Clearly, even though we have a new lead singer on the other side, the band is still singing the same harsh and tired songs. From the people that brought you cuts to health, cuts to education and cuts to pensions, we now have a plan to create an extra tax burden for the majority of households. Those who brought you the $100,000 degrees, which would see a generation of our young people locked out of education, are now cooking up a plan to make our taxation system even more regressive. The same people who wanted to see young people go without an income for six months have now turned their minds to a plan that would further increase inequality.

So not only are they trying to hide their true intentions from the Australian people but they are also too cowardly to even make their own case. Mr Morrison even went as far as to say that an increase in the GST would not result in an increase in government taxation revenue. Of course, our current Treasurer is in denial about what most respected economists understand: Australia's revenue base has dropped dramatically in recent years.
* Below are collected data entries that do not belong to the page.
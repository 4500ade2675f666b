"""The health of a sensor on one page: believe, doubt, or do not use, and why.

It looks at the last days of one sensor with everything that can confirm or contradict it: its own quality flags, a
second sensor in the same tank, bench samples, the declared compensation, its calibration. A steep slope or a step
of the water is no finding: the tests behind it do not take one for a fault.
"""

from __future__ import annotations

import math
from dataclasses import dataclass, field
from enum import IntEnum, StrEnum
from typing import TYPE_CHECKING, Final

import numpy as np

from analysis.arrays import MICROSECONDS_PER_SECOND
from analysis.errors import InvalidInputError
from analysis.flags import Quality
from analysis.sensor.quality.words import QualityTest
from analysis.sensor.trend import Trend, trend

if TYPE_CHECKING:
    from collections.abc import Sequence

    from analysis.arrays import FloatArray, IntArray, QualityArray
    from analysis.sensor.compensation_check import CompensationEvidence

HOUR_US: Final = 3600 * MICROSECONDS_PER_SECOND
DAY_US: Final = 24 * HOUR_US

RECENT_US: Final = HOUR_US
"""In air, stuck and missing are judged on the last hour."""
NOISE_WINDOW_US: Final = 6 * HOUR_US

FALL_TO_DOUBT_PERCENT: Final = 1.0
"""A slow fall of this size is worth a look (a third of the 3 % at which USGS TM 1-D3 corrects a record)."""
FALL_TO_REFUSE_PERCENT: Final = 10.0
"""Beyond this the record is fair at best after TM 1-D3."""
STEADY: Final = 0.7
CREEP: Final = 0.5

NEIGHBOUR_DOUBT_PERCENT: Final = 3.0
SAMPLE_WINDOW_US: Final = HOUR_US // 2
SAMPLE_AGE_US: Final = 7 * DAY_US
COVERAGE: Final = 2.0
"""Two uncertainties: about 95 %."""


class Belief(IntEnum):
    """What to do with a sensor."""

    BELIEVE = 0
    DOUBT = 1
    DO_NOT_USE = 2


class Finding(StrEnum):
    """Why. The words for the screen live with the screen."""

    SILENT = "silent"
    VALUES_MISSING = "values-missing"
    IN_AIR = "in-air"
    OUT_OF_RANGE = "out-of-range"
    STUCK = "stuck"
    ATTENUATED = "attenuated"
    NOISY = "noisy"
    FOULING = "fouling"
    SLOW_FALL = "slow-fall"
    NEIGHBOUR_FALLS = "neighbour-falls"
    """The other sensor creeps down against this one: that one is fouling."""
    NEIGHBOUR_DISAGREES = "neighbour-disagrees"
    SAMPLE_DISAGREES = "sample-disagrees"
    SAMPLE_AGREES = "sample-agrees"
    COMPENSATION_DOUBTED = "compensation-doubted"
    CALIBRATION_OVERDUE = "calibration-overdue"


class SampleKind(StrEnum):
    """How a bench sample was measured."""

    REFRACTOMETER = "refractometer"
    HYDROMETER = "hydrometer"
    OSMOMETER = "osmometer"
    SECOND_METER = "second-meter"


SAMPLE_UNCERTAINTY: Final = {
    SampleKind.REFRACTOMETER: 1.0,
    SampleKind.HYDROMETER: 0.7,
    SampleKind.OSMOMETER: 0.3,
    SampleKind.SECOND_METER: 0.3,
}
"""Standard uncertainty in units of salinity where the site states none (common practice)."""


@dataclass(frozen=True, slots=True)
class BenchSample:
    """A sample taken beside the sensor and measured at the bench.

    Parameters
    ----------
    measured_at_us : int
        When it was taken. [us]
    salinity : float
        In the sensor's own scale.
    kind : SampleKind
    uncertainty : float, optional
        Standard uncertainty; by the kind where not given.
    """

    measured_at_us: int
    salinity: float
    kind: SampleKind
    uncertainty: float = math.nan

    @property
    def standard_uncertainty(self) -> float:
        """Its own or its kind's."""
        return self.uncertainty if math.isfinite(self.uncertainty) else SAMPLE_UNCERTAINTY[self.kind]


@dataclass(frozen=True, slots=True)
class Reason:
    """One finding with its weight and its figures.

    Parameters
    ----------
    finding : Finding
    belief : Belief
        What this finding alone would have one do.
    figures : dict of str to float
        The evidence; names carry their units.
    """

    finding: Finding
    belief: Belief
    figures: dict[str, float] = field(default_factory=dict)


@dataclass(frozen=True, slots=True)
class Health:
    """What to do with a sensor, and why, the weightiest reason first."""

    belief: Belief
    reasons: tuple[Reason, ...]

    @property
    def findings(self) -> tuple[Finding, ...]:
        """The codes of the reasons."""
        return tuple(reason.finding for reason in self.reasons)


@dataclass(frozen=True, slots=True, kw_only=True)
class Period:
    """The last days of one sensor, rows in order of time.

    Parameters
    ----------
    measured_at_us : ndarray of int64, (rows,)
    temperature_degC, salinity : ndarray of float64, (rows,)
        NaN where missing.
    by_test : ndarray of uint8, (11, 3, rows)
        Quality flags of the same rows.
    neighbour_salinity : ndarray of float64, (rows,), optional
        A second sensor of the same tank at the same times (`aligned`); NaN where it said nothing.
    level_m : ndarray of float64, (rows,), optional
        Water level or depth: salinity of a tidal intake goes with it.
    cleaned_at_us : int, optional
        When the sensor was last cleaned or calibrated: trends begin there.

    Raises
    ------
    InvalidInputError
        If lengths differ.
    """

    measured_at_us: IntArray
    temperature_degC: FloatArray
    salinity: FloatArray
    by_test: QualityArray
    neighbour_salinity: FloatArray | None = None
    level_m: FloatArray | None = None
    cleaned_at_us: int | None = None

    def __post_init__(self) -> None:
        rows = self.measured_at_us.shape[0]
        lengths = [self.temperature_degC.shape[0], self.salinity.shape[0], self.by_test.shape[-1]]
        beside = (self.neighbour_salinity, self.level_m)
        lengths += [column.shape[0] for column in beside if column is not None]
        if any(length != rows for length in lengths):
            raise InvalidInputError("lengths of a sensor's period", found=lengths, allowed=f"{rows} rows each")

    def since(self, from_us: int) -> slice:
        """Return the rows from a time on."""
        return slice(int(np.searchsorted(self.measured_at_us, from_us)), self.measured_at_us.shape[0])


def aligned(values: FloatArray, *, measured_at_us: IntArray, to_us: IntArray, within_us: int) -> FloatArray:
    """Return for each time of *to_us* the newest of *values* not older than *within_us*, else NaN."""
    if not values.shape[0]:
        return np.full(to_us.shape, np.nan)
    place = np.searchsorted(measured_at_us, to_us, side="right") - 1
    held = np.maximum(place, 0)
    fresh = (place >= 0) & (to_us - measured_at_us[held] <= within_us)
    return np.where(fresh, values[held], np.nan)


def assess(
    period: Period,
    *,
    now_us: int,
    interval_s: float,
    samples: Sequence[BenchSample] = (),
    compensation: CompensationEvidence | None = None,
    calibration_due_us: int | None = None,
    standard_uncertainty: float = 0.2,
) -> Health:
    """Return what to do with a sensor, and why.

    Parameters
    ----------
    period : Period
    now_us : int
        The time of asking. [us]
    interval_s : float
        Expected time between readings. [s]
    samples : sequence of BenchSample
    compensation : CompensationEvidence, optional
        What the data say of the declared compensation.
    calibration_due_us : int, optional
        A calibration that is overdue is mentioned; it changes nothing by itself.
    standard_uncertainty : float
        Of the sensor's salinity. [salinity]

    Returns
    -------
    Health
    """
    reasons = [
        *_presence(period, now_us, interval_s),
        *_flagged(period, now_us),
        *_trends(period),
        *_compared_with_neighbour(period, now_us),
        *_compared_with_samples(period, now_us, samples, standard_uncertainty),
    ]
    if compensation is not None and compensation.contradicts_declaration:
        reasons.append(
            Reason(
                Finding.COMPENSATION_DOUBTED,
                Belief.DO_NOT_USE,
                {"share_followed": compensation.share_followed, "expected_share": compensation.expected_share},
            )
        )
    if calibration_due_us is not None and calibration_due_us < now_us:
        overdue = (now_us - calibration_due_us) / DAY_US
        reasons.append(Reason(Finding.CALIBRATION_OVERDUE, Belief.BELIEVE, {"overdue_days": overdue}))
    ranked = tuple(sorted(_weighed(reasons), key=lambda reason: -reason.belief))
    return Health(max((reason.belief for reason in ranked), default=Belief.BELIEVE), ranked)


def _weighed(reasons: list[Reason]) -> list[Reason]:
    """A bench sample that agrees outweighs a neighbour that does not: then the neighbour is the doubtful one."""
    if not any(reason.finding is Finding.SAMPLE_AGREES for reason in reasons):
        return reasons
    softened = {Finding.NEIGHBOUR_DISAGREES, Finding.SLOW_FALL}
    return [
        Reason(reason.finding, Belief.BELIEVE, reason.figures) if reason.finding in softened else reason
        for reason in reasons
    ]


def _presence(period: Period, now_us: int, interval_s: float) -> list[Reason]:
    times = period.measured_at_us
    age_us = now_us - int(times[-1]) if times.shape[0] else math.inf
    if age_us > max(3.0 * interval_s * MICROSECONDS_PER_SECOND, RECENT_US):
        figures = {"silent_h": age_us / HOUR_US} if times.shape[0] else {}
        return [Reason(Finding.SILENT, Belief.DO_NOT_USE, figures)]
    recent = period.salinity[period.since(now_us - RECENT_US)]
    absent = float(np.isnan(recent).mean()) if recent.shape[0] else 0.0
    if absent > 0.5:
        return [Reason(Finding.VALUES_MISSING, Belief.DO_NOT_USE, {"missing_percent": 100.0 * absent})]
    return []


def _share(flags: QualityArray, *qualities: Quality) -> float:
    """Return the largest share over the variables of rows with one of *qualities*, among those evaluated."""
    shares = [0.0]
    for variable in flags:
        evaluated = variable[(variable != Quality.NOT_EVALUATED) & (variable != Quality.MISSING)]
        if evaluated.shape[0]:
            shares.append(float(np.isin(evaluated, qualities).mean()))
    return max(shares)


def _flagged(period: Period, now_us: int) -> list[Reason]:
    recent = period.by_test[:, :, period.since(now_us - RECENT_US)]
    out = []
    dry = _share(recent[QualityTest.IN_AIR], Quality.FAIL)
    if dry > 0.5:
        out.append(Reason(Finding.IN_AIR, Belief.DO_NOT_USE, {"in_air_percent": 100.0 * dry}))
    beyond = _share(recent[QualityTest.GROSS_RANGE], Quality.FAIL)
    if beyond > 0.5:
        out.append(Reason(Finding.OUT_OF_RANGE, Belief.DO_NOT_USE, {"out_of_range_percent": 100.0 * beyond}))
    for test, finding in ((QualityTest.FLAT_LINE, Finding.STUCK), (QualityTest.ATTENUATED_SIGNAL, Finding.ATTENUATED)):
        failed, doubted = _share(recent[test], Quality.FAIL), _share(recent[test], Quality.SUSPECT, Quality.FAIL)
        if doubted > 0.5:
            belief = Belief.DO_NOT_USE if failed > 0.5 else Belief.DOUBT
            out.append(Reason(finding, belief, {"flagged_percent": 100.0 * doubted}))
    noisy = _share(period.by_test[QualityTest.NOISE][:, period.since(now_us - NOISE_WINDOW_US)], Quality.SUSPECT)
    if noisy > 0.3:
        belief = Belief.DO_NOT_USE if noisy > 0.9 else Belief.DOUBT
        out.append(Reason(Finding.NOISY, belief, {"noisy_percent": 100.0 * noisy}))
    return out


def _believable(period: Period) -> FloatArray:
    """Return salinity without the rows that failed on their own account."""
    failed = (period.by_test == Quality.FAIL).any(axis=(0, 1))
    return np.where(failed, np.nan, period.salinity)


def _trends(period: Period) -> list[Reason]:
    """Look for fouling: a slow one-sided fall with no match in temperature, level or neighbour."""
    rows = period.since(period.cleaned_at_us if period.cleaned_at_us is not None else -(1 << 62))
    own, times = _believable(period)[rows], period.measured_at_us[rows]
    neighbour = None if period.neighbour_salinity is None else period.neighbour_salinity[rows]
    has_neighbour = neighbour is not None and bool(np.isfinite(neighbour).sum() > 0.5 * neighbour.shape[0])
    with np.errstate(invalid="ignore", divide="ignore"):
        judged = own / neighbour if has_neighbour and neighbour is not None else own
    causes = [] if has_neighbour else [period.temperature_degC[rows]]
    if period.level_m is not None and not has_neighbour:
        causes.append(period.level_m[rows])
    found = trend(judged, time_us=times, explained_by=causes)
    if found is None or not _is_creep(found):
        return []
    figures = {
        "change_percent": found.percent,
        "change_percent_per_day": found.percent_per_day,
        "days": found.days,
    }
    if found.percent > 0.0:  # alone it is evaporation; against a neighbour it is the neighbour that falls
        return [Reason(Finding.NEIGHBOUR_FALLS, Belief.BELIEVE, figures)] if has_neighbour else []
    if not has_neighbour:
        return [Reason(Finding.SLOW_FALL, Belief.DOUBT, figures)]
    refused = found.percent <= -FALL_TO_REFUSE_PERCENT
    return [Reason(Finding.FOULING, Belief.DO_NOT_USE if refused else Belief.DOUBT, figures)]


def _is_creep(found: Trend) -> bool:
    one_sided = found.high_percent_per_day < 0.0 or found.low_percent_per_day > 0.0
    return (
        one_sided
        and abs(found.percent) >= FALL_TO_DOUBT_PERCENT
        and found.steadiness >= STEADY
        and found.largest_step_share <= CREEP
    )


def _compared_with_neighbour(period: Period, now_us: int) -> list[Reason]:
    if period.neighbour_salinity is None:
        return []
    rows = period.since(now_us - NOISE_WINDOW_US)
    own, other = _believable(period)[rows], period.neighbour_salinity[rows]
    both = np.isfinite(own) & np.isfinite(other)
    if both.sum() < 3:
        return []
    difference = float(np.median(own[both] - other[both]))
    level = float(np.median(other[both]))
    percent = 100.0 * difference / max(abs(level), 1.0)
    if abs(percent) <= NEIGHBOUR_DOUBT_PERCENT:
        return []
    return [
        Reason(Finding.NEIGHBOUR_DISAGREES, Belief.DOUBT, {"difference": difference, "difference_percent": percent})
    ]


def _compared_with_samples(
    period: Period, now_us: int, samples: Sequence[BenchSample], standard_uncertainty: float
) -> list[Reason]:
    """Compare with the newest sample of the last week that was taken while the sensor spoke."""
    own = _believable(period)
    for sample in sorted(samples, key=lambda one: -one.measured_at_us):
        if not 0 <= now_us - sample.measured_at_us <= SAMPLE_AGE_US:
            continue
        near = np.abs(period.measured_at_us - sample.measured_at_us) <= SAMPLE_WINDOW_US
        beside = own[near & np.isfinite(own)]
        if not beside.shape[0]:
            continue
        difference = float(np.median(beside)) - sample.salinity
        allowed = COVERAGE * math.hypot(standard_uncertainty, sample.standard_uncertainty)
        figures = {
            "difference": difference,
            "allowed_difference": allowed,
            "age_days": (now_us - sample.measured_at_us) / DAY_US,
        }
        if abs(difference) <= allowed:
            return [Reason(Finding.SAMPLE_AGREES, Belief.BELIEVE, figures)]
        belief = Belief.DO_NOT_USE if abs(difference) > 2.0 * allowed else Belief.DOUBT
        return [Reason(Finding.SAMPLE_DISAGREES, belief, figures)]
    return []
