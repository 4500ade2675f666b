"""What fouling and drift did to a record between two services, and how good the record is: USGS TM 1-D3.

Fouling and drift are found apart: the monitor is read before and after cleaning (with a second meter alongside,
because the water may change meanwhile), then in a standard. The record is corrected by their *signed* sum,
growing linearly from the service before to this one; it is rated by the sum of their *absolute* values, so that
two large errors that happen to cancel do not make a good record. Raw data stay as they are.

References
----------
R. J. Wagner, R. W. Boulger, C. J. Oblinger and B. A. Smith, Guidelines and standard procedures for continuous
water-quality monitors: U.S. Geological Survey Techniques and Methods 1-D3, 2006. The formulas, criteria and
ratings are from memory.
"""

from __future__ import annotations

import math
from dataclasses import dataclass
from enum import IntEnum
from typing import TYPE_CHECKING, Final

import numpy as np

from analysis.errors import InvalidInputError

if TYPE_CHECKING:
    from collections.abc import Iterable

    from numpy.typing import ArrayLike

    from analysis.arrays import FloatArray, IntArray


class Rating(IntEnum):
    """How good a record is; a larger number is worse."""

    EXCELLENT = 0
    GOOD = 1
    FAIR = 2
    POOR = 3
    BEYOND_LIMIT = 4
    """Beyond the maximum allowable limit: not to be published."""

    @property
    def words(self) -> str:
        """The rating as TM 1-D3 prints it."""
        return "beyond maximum allowable limit" if self is Rating.BEYOND_LIMIT else self.name.lower()


CONDUCTANCE_BOUNDS_PERCENT: Final = (3.0, 10.0, 15.0, 30.0)
TEMPERATURE_BOUNDS_K: Final = (0.2, 0.5, 0.8, 2.0)


def conductance_rating(absolute_sum_percent: float) -> Rating:
    """Return the rating of a conductance record from the sum of absolute corrections. [%]"""
    return _rating(absolute_sum_percent, CONDUCTANCE_BOUNDS_PERCENT)


def temperature_rating(absolute_sum_K: float) -> Rating:
    """Return the rating of a temperature record from the sum of absolute corrections. [K]"""
    return _rating(absolute_sum_K, TEMPERATURE_BOUNDS_K)


def _rating(amount: float, bounds: tuple[float, ...]) -> Rating:
    if not math.isfinite(amount):
        raise InvalidInputError("sum of corrections", found=amount, allowed="a number")
    return Rating(sum(abs(amount) > bound for bound in bounds))


def daily_rating(ratings: Iterable[Rating]) -> Rating:
    """Return the rating of a day: the lowest of its values' ratings.

    Raises
    ------
    InvalidInputError
        If the day has no value.
    """
    worst = max(ratings, default=None)
    if worst is None:
        raise InvalidInputError("ratings of a day", found="none", allowed="at least one value")
    return worst


@dataclass(frozen=True, slots=True)
class Criterion:
    """When an error is large enough to be corrected.

    Parameters
    ----------
    percent : float
        TM 1-D3: 3 %. A site may set less: 3 % at sea-water conductance is 1.1 in salinity. [%]
    least_mS_cm : float
        TM 1-D3: 0.005 mS/cm (5 uS/cm); the greater of the two counts. [mS/cm]

    Raises
    ------
    InvalidInputError
        If it is laxer than TM 1-D3 or not above 0.
    """

    percent: float = 3.0
    least_mS_cm: float = 0.005

    def __post_init__(self) -> None:
        if not 0.0 < self.percent <= 3.0:
            raise InvalidInputError("criterion", found=self.percent, allowed="above 0, at most 3 % (USGS TM 1-D3)")
        if not 0.0 < self.least_mS_cm <= 0.005:
            raise InvalidInputError("criterion", found=self.least_mS_cm, allowed="above 0, at most 0.005 mS/cm")

    def error_mS_cm(self, conductance_mS_cm: ArrayLike) -> FloatArray:
        """Return the error above which a reading is corrected. [mS/cm]"""
        conductance = np.asarray(conductance_mS_cm, dtype=np.float64)
        return np.maximum(self.least_mS_cm, 0.01 * self.percent * conductance)

    def asks_for_correction(self, *, conductance_mS_cm: float, error_mS_cm: float) -> bool:
        """Return whether a combined error must be corrected."""
        return bool(abs(error_mS_cm) > self.error_mS_cm(conductance_mS_cm))


@dataclass(frozen=True, slots=True)
class FoulingCheck:
    """The monitor before and after cleaning, and the second meter at the start and the end of the service.

    Parameters
    ----------
    before_mS_cm, after_mS_cm : float
        The monitor in site water before and after cleaning. [mS/cm]
    field_start_mS_cm, field_end_mS_cm : float
        The second meter beside it at the same moments. [mS/cm]
    """

    before_mS_cm: float
    after_mS_cm: float
    field_start_mS_cm: float
    field_end_mS_cm: float

    def __post_init__(self) -> None:
        if not self.before_mS_cm > 0.0:
            raise InvalidInputError("reading before cleaning", found=self.before_mS_cm, allowed="above 0 mS/cm")

    @property
    def error_mS_cm(self) -> float:
        """What cleaning changed, less what the water changed meanwhile: Ef = (Ma - Mb) - (Fe - Fs). [mS/cm]"""
        return (self.after_mS_cm - self.before_mS_cm) - (self.field_end_mS_cm - self.field_start_mS_cm)

    @property
    def percent(self) -> float:
        """Correction for fouling: 100 Ef / Mb. [%]"""
        return 100.0 * self.error_mS_cm / self.before_mS_cm


@dataclass(frozen=True, slots=True)
class DriftCheck:
    """The clean monitor in a standard.

    Parameters
    ----------
    standard_mS_cm, reading_mS_cm : float
        What the standard is at its temperature, and what the monitor says. [mS/cm]
    """

    standard_mS_cm: float
    reading_mS_cm: float

    def __post_init__(self) -> None:
        if not self.reading_mS_cm > 0.0:
            raise InvalidInputError("reading in the standard", found=self.reading_mS_cm, allowed="above 0 mS/cm")

    @property
    def percent(self) -> float:
        """Correction for drift: 100 (Vs - Vc) / Vc. [%]"""
        return 100.0 * (self.standard_mS_cm - self.reading_mS_cm) / self.reading_mS_cm


@dataclass(frozen=True, slots=True)
class RecordCorrection:
    """What is to be done to the conductivity record between two services.

    Parameters
    ----------
    start_us, end_us : int
        The service before (or the event at which the error began) and this one. [us]
    fouling : FoulingCheck or None
    drift : tuple of DriftCheck
        None to six; with more than one the correction follows the reading, linear between the standards and
        constant beyond them.

    Raises
    ------
    InvalidInputError
        If the end is not after the start, or there are more than six drift checks or two with one reading.
    """

    start_us: int
    end_us: int
    fouling: FoulingCheck | None = None
    drift: tuple[DriftCheck, ...] = ()

    def __post_init__(self) -> None:
        if self.end_us <= self.start_us:
            raise InvalidInputError("end of the record", found=self.end_us, allowed=f"after {self.start_us}")
        readings = {check.reading_mS_cm for check in self.drift}
        if len(self.drift) > 6 or len(readings) < len(self.drift):
            raise InvalidInputError(
                "drift checks",
                found=[check.reading_mS_cm for check in self.drift],
                allowed="at most 6, each with a reading of its own",
            )

    @property
    def fouling_percent(self) -> float:
        """Correction for fouling at the end of the record. [%]"""
        return 0.0 if self.fouling is None else self.fouling.percent

    def drift_percent(self, reading_mS_cm: ArrayLike) -> FloatArray:
        """Return the correction for drift at the end of the record for readings of this size. [%]"""
        reading = np.asarray(reading_mS_cm, dtype=np.float64)
        if not self.drift:
            return np.zeros(reading.shape)
        checks = sorted(self.drift, key=lambda check: check.reading_mS_cm)
        return np.asarray(
            np.interp(reading, [check.reading_mS_cm for check in checks], [check.percent for check in checks])
        )

    def total_percent(self, reading_mS_cm: ArrayLike) -> FloatArray:
        """Return the signed sum that the data get at the end of the record. [%]"""
        return self.fouling_percent + self.drift_percent(reading_mS_cm)

    def absolute_sum_percent(self, reading_mS_cm: ArrayLike) -> FloatArray:
        """Return the sum of absolute corrections, by which the record is rated. [%]"""
        return np.asarray(abs(self.fouling_percent) + np.abs(self.drift_percent(reading_mS_cm)))

    def share(self, measured_at_us: ArrayLike) -> FloatArray:
        """Return how much of the correction applies at a time: 0 at the start, 1 at the end, NaN outside."""
        time_us: IntArray = np.asarray(measured_at_us, dtype=np.int64)
        passed = (time_us - self.start_us) / (self.end_us - self.start_us)
        return np.where((passed >= 0.0) & (passed <= 1.0), passed, np.nan)

    def corrected(self, conductivity_mS_cm: ArrayLike, *, measured_at_us: ArrayLike) -> FloatArray:
        """Return the record corrected by linear proration; values outside the two services are as they were.

        Parameters
        ----------
        conductivity_mS_cm : array_like
            As measured; it stays as it is. [mS/cm]
        measured_at_us : array_like of int
            [us]

        Returns
        -------
        ndarray of float64
            NaN where the input is NaN. [mS/cm]
        """
        raw = np.asarray(conductivity_mS_cm, dtype=np.float64)
        share = np.nan_to_num(self.share(measured_at_us), nan=0.0)
        return np.asarray(raw * (1.0 + 0.01 * self.total_percent(raw) * share))

    def rating(self, conductivity_mS_cm: float) -> Rating:
        """Return the rating of the record at readings of this size."""
        return conductance_rating(float(self.absolute_sum_percent(conductivity_mS_cm)))


def corrected_temperature(
    temperature_degC: ArrayLike, *, measured_at_us: ArrayLike, start_us: int, end_us: int, error_K: float
) -> FloatArray:
    """Return a temperature record with an error found at its end taken out by linear proration.

    Parameters
    ----------
    temperature_degC : array_like
    measured_at_us : array_like of int
    start_us, end_us : int
        The check before and this one. [us]
    error_K : float
        Reference thermometer less sensor, at the end. [K]
    """
    if end_us <= start_us:
        raise InvalidInputError("end of the record", found=end_us, allowed=f"after {start_us}")
    passed = (np.asarray(measured_at_us, dtype=np.int64) - start_us) / (end_us - start_us)
    share = np.where((passed >= 0.0) & (passed <= 1.0), passed, 0.0)
    return np.asarray(np.asarray(temperature_degC, dtype=np.float64) + error_K * share)
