"""Whether a sensor can be believed: compensation, calibration, drift, quality, health."""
When considered as a whole, revenue over the past eight years was 20.5 per cent of GDP below the 2000-01 to 2007-08 average. In contrast, cumulative spending has been just 8.6 per cent of GDP above the average.

But rather than addressing this blatantly obvious fiscal reality, the Treasurer seems to have decided to revert to the tried and true Liberal strategy of hitting those who are doing it tough and rewarding those who are well-off—with no accompanying benefit to the budgetary challenge he should be addressing. Instead, Mr Morrison is reducing a progressive tax in order to increase a regressive one. Of course, in doing so, he would further entrench the inequality that is already as high as it has been in the past 75 years. If the Prime Minister had been true to his word and genuinely believed in fairness—and not just the perception of fairness—then he would immediately have rejected such an obviously unfair suggestion by his Treasurer.

Hiking the GST is not taxation reform. It is lazy, it is unfair and it will disadvantage those who spend the highest proportion of their income on week-to-week living—and that is not a plush week-to-week living; it is a survival week-to-week living. It will do nothing to address the budgetary challenges, and it will only serve to increase inequality, which we know creates a drag on productivity. If the government is serious about actual reform, it needs to start addressing the loopholes and perks that are benefiting the richest people and companies in the country. When will the government commit to addressing the perks for high income earners in the superannuation system? When will the government get serious about addressing multinational tax? And when will they stop trying to levy greater burdens on the poorest and most vulnerable people in the country? Despite the Prime Minister's spruiking about his lovely table and everything he has on it, the only thing they have shown the Australian people so far is a great big regressive tax.